Representing Biology as Process
1 January 2017 - 1 January 2020
About the research
The question – whether we should think of the world as consisting of entities statically defined by essential properties (i.e. in philosophical jargon, “substances”), or as processes, that undergo and persist precisely because of change – is a fundamental metaphysical dichotomy, debated since the pre-Socratics. Since the rise of atomism in the seventeenth century the substance view has dominated scientifically grounded philosophy. John Dupré’s ERC-funded project, A Process Ontology for Contemporary Biology, develops the thesis that for biology, at least, this has been a profound mistake (Dupré 2012: Nicholson and Dupré, in press). Dupré argues that living systems are always dynamic at multiple spatial and temporal scales and their persistence, far from being merely the continued possession of essential properties, is the result of the finely articulated interplay of multiple processes.

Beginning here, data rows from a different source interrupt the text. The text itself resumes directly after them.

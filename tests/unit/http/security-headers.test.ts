// The security headers: the pages' policy allows scripts only with the request's nonce, forbids
// framing, and allows inline styles (Plotly) but nothing from other hosts; HSTS only behind HTTPS;
// next.config.js (plain JavaScript) sends the same fixed headers as lib/http/security-headers.ts says.
import { createRequire } from "node:module";
import { describe, expect, it } from "vitest";
import {
  API_CACHE_CONTROL,
  API_CONTENT_SECURITY_POLICY,
  FIXED_SECURITY_HEADERS,
  newNonce,
  pageContentSecurityPolicy,
  strictTransportSecurity,
} from "@/lib/http/security-headers";

const require = createRequire(import.meta.url);

describe("pageContentSecurityPolicy", () => {
  const policy = pageContentSecurityPolicy("abc123==");
  const directives = new Map(
    policy.split("; ").map((d) => [d.split(" ")[0], d.split(" ").slice(1)]),
  );

  it("runs scripts only with the nonce (no unsafe-inline, no unsafe-eval in production)", () => {
    expect(directives.get("script-src")).toEqual([
      "'self'",
      "'nonce-abc123=='",
      "'strict-dynamic'",
    ]);
    expect(policy).not.toContain("unsafe-eval");
    expect(pageContentSecurityPolicy("n", { development: true })).toContain("'unsafe-eval'");
  });

  it("forbids framing, plugins and foreign form targets, and names no other host", () => {
    expect(directives.get("frame-ancestors")).toEqual(["'none'"]);
    expect(directives.get("object-src")).toEqual(["'none'"]);
    expect(directives.get("form-action")).toEqual(["'self'"]);
    expect(policy).not.toMatch(/https?:/);
  });

  it("lets Plotly style inline and export PNGs", () => {
    expect(directives.get("style-src")).toContain("'unsafe-inline'");
    expect(directives.get("img-src")).toEqual(expect.arrayContaining(["data:", "blob:"]));
  });

  it("upgrades subresources only behind HTTPS", () => {
    expect(policy).not.toContain("upgrade-insecure-requests");
    expect(pageContentSecurityPolicy("n", { https: true })).toContain("upgrade-insecure-requests");
  });
});

describe("newNonce", () => {
  it("is fresh each time and 16 bytes of base64", () => {
    const nonces = new Set(Array.from({ length: 100 }, () => newNonce()));
    expect(nonces.size).toBe(100);
    for (const nonce of nonces) expect(Buffer.from(nonce, "base64")).toHaveLength(16);
  });
});

describe("strictTransportSecurity", () => {
  it("is sent only when the app's address is https", () => {
    expect(strictTransportSecurity("https://emberline.lab.example")).toBe(
      "max-age=31536000; includeSubDomains",
    );
    expect(strictTransportSecurity("http://127.0.0.1:3000")).toBeNull();
    expect(strictTransportSecurity(undefined)).toBeNull();
  });
});

describe("next.config.js headers", () => {
  it("match lib/http/security-headers.ts", async () => {
    const config = require("../../../next.config.js") as {
      headers: () => Promise<{ source: string; headers: { key: string; value: string }[] }[]>;
    };
    const rules = await config.headers();
    expect(rules.find((r) => r.source === "/:path*")?.headers).toEqual(FIXED_SECURITY_HEADERS);
    expect(rules.find((r) => r.source === "/api/:path*")?.headers).toEqual([
      { key: "Content-Security-Policy", value: API_CONTENT_SECURITY_POLICY },
    ]);
    // Cache-Control is apiRoute's (lib/http/api-handler.ts), so that a route's own value is kept.
    expect(API_CACHE_CONTROL).toBe("no-store");
  });
});
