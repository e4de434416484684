// The one body reader: a declared length over the cap is refused before anything is read, a chunked
// body is read with a running count and abandoned as soon as it passes the cap, a slow body times out,
// and a body within the cap comes back byte for byte (once, however often it is asked for).
import { describe, expect, it } from "vitest";
import { AppError } from "@/lib/errors";
import { bodyText, formatByteCap, readBody } from "@/lib/http/read-body";

/** A request whose body is produced chunk by chunk; `pulled` counts the chunks the reader asked for. */
function streamingRequest(
  chunkBytes: number,
  chunks: number,
  { delayMs = 0, headers = {} as Record<string, string> } = {},
) {
  const state = { pulled: 0, cancelled: false };
  const body = new ReadableStream<Uint8Array>(
    {
      async pull(controller) {
        if (state.pulled === chunks) return controller.close();
        state.pulled++;
        if (delayMs) await new Promise((resolve) => setTimeout(resolve, delayMs));
        controller.enqueue(new Uint8Array(chunkBytes).fill(120));
      },
      cancel() {
        state.cancelled = true;
      },
    },
    { highWaterMark: 0 },
  );
  const request = new Request("http://127.0.0.1/api/x", {
    method: "POST",
    body,
    headers,
    duplex: "half",
  } as RequestInit);
  return { request, state };
}

async function failure(promise: Promise<unknown>): Promise<AppError> {
  const error = await promise.then(
    () => null,
    (e: unknown) => e,
  );
  expect(error).toBeInstanceOf(AppError);
  return error as AppError;
}

describe("readBody", () => {
  it("refuses a declared Content-Length over the cap without reading the body", async () => {
    const { request, state } = streamingRequest(1024, 100, {
      headers: { "content-length": String(100 * 1024) },
    });
    const error = await failure(readBody(request, { maxBytes: 4096 }));
    expect(error.status).toBe(413);
    expect(error.message).toBe("The request body is larger than the 4 KB this address accepts.");
    expect(state.pulled).toBe(0);
  });

  it("stops reading a chunked body as soon as the running count passes the cap", async () => {
    const { request, state } = streamingRequest(1024, 10_000);
    const error = await failure(readBody(request, { maxBytes: 8 * 1024 }));
    expect(error.status).toBe(413);
    // 9 chunks pass the 8 KB cap; the stream may have queued one or two more, never the 10,000.
    expect(state.pulled).toBeLessThan(12);
    expect(state.cancelled).toBe(true);
  });

  it("answers 408 when the body does not arrive in time", async () => {
    const { request, state } = streamingRequest(10, 100, { delayMs: 40 });
    const error = await failure(readBody(request, { maxBytes: 1_000_000, timeoutMs: 150 }));
    expect(error.status).toBe(408);
    expect(error.message).toMatch(/did not arrive within/);
    expect(state.pulled).toBeLessThan(100);
  });

  it("returns a body within the cap byte for byte, and the same bytes to a second reader", async () => {
    const { request } = streamingRequest(1000, 5);
    const bytes = await readBody(request, { maxBytes: 5000 });
    expect(bytes.byteLength).toBe(5000);
    expect(bytes.every((b) => b === 120)).toBe(true);
    expect(await bodyText(request)).toBe("x".repeat(5000));
  });

  it("uses the route's own sentence for the 413 when it has one", async () => {
    const request = new Request("http://127.0.0.1/api/x", {
      method: "POST",
      body: "x".repeat(100),
    });
    const error = await failure(
      readBody(request, { maxBytes: 10, tooLargeMessage: "Files of up to 16 MB." }),
    );
    expect(error.message).toBe("Files of up to 16 MB.");
  });

  it("refuses bytes that are not UTF-8 where text is expected", async () => {
    const request = new Request("http://127.0.0.1/api/x", {
      method: "POST",
      body: new Uint8Array([0x7b, 0xc0, 0xaf, 0x7d]),
    });
    expect((await failure(bodyText(request))).status).toBe(400);
  });
});

describe("formatByteCap", () => {
  it("names caps as people read them", () => {
    expect(formatByteCap(4 * 1024)).toBe("4 KB");
    expect(formatByteCap(6 * 1024 * 1024)).toBe("6 MB");
    expect(formatByteCap(500)).toBe("500 bytes");
  });
});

Visual representation is essential both to the practice and the communication of science. However, whereas drawing in the past played a central role in fields such as morphology and embryology, the rise of photographic and digital technologies and the growing emphasis on molecules as opposed to whole organisms have increasingly marginalized drawing practices. Therefore, a serious problem faced in the development of a fully processual biology is that most visual representation strongly suggests a realm of static things. For example, the presentation of an organism will be of a particular developmental ‘stage’, typically the mature adult, which confounds the fact that this is a momentary temporal stage of the developmental process. Even where representation of something as plainly dynamic as metabolism, for example, will include arrows representing time, the natural reading will be of transitions between a fixed array of things (instances of chemical kinds). Moreover, while visual images or ‘visual explanations’ (Tufte 1997) in science depend on a variety of graphic devices ranging from the use of video, and photography to the use of computational graphic software, simulation and hand-drawing, these means of making images largely depend on mechanistic models (for, or of, their objects) which are already intertwined with their methods of production.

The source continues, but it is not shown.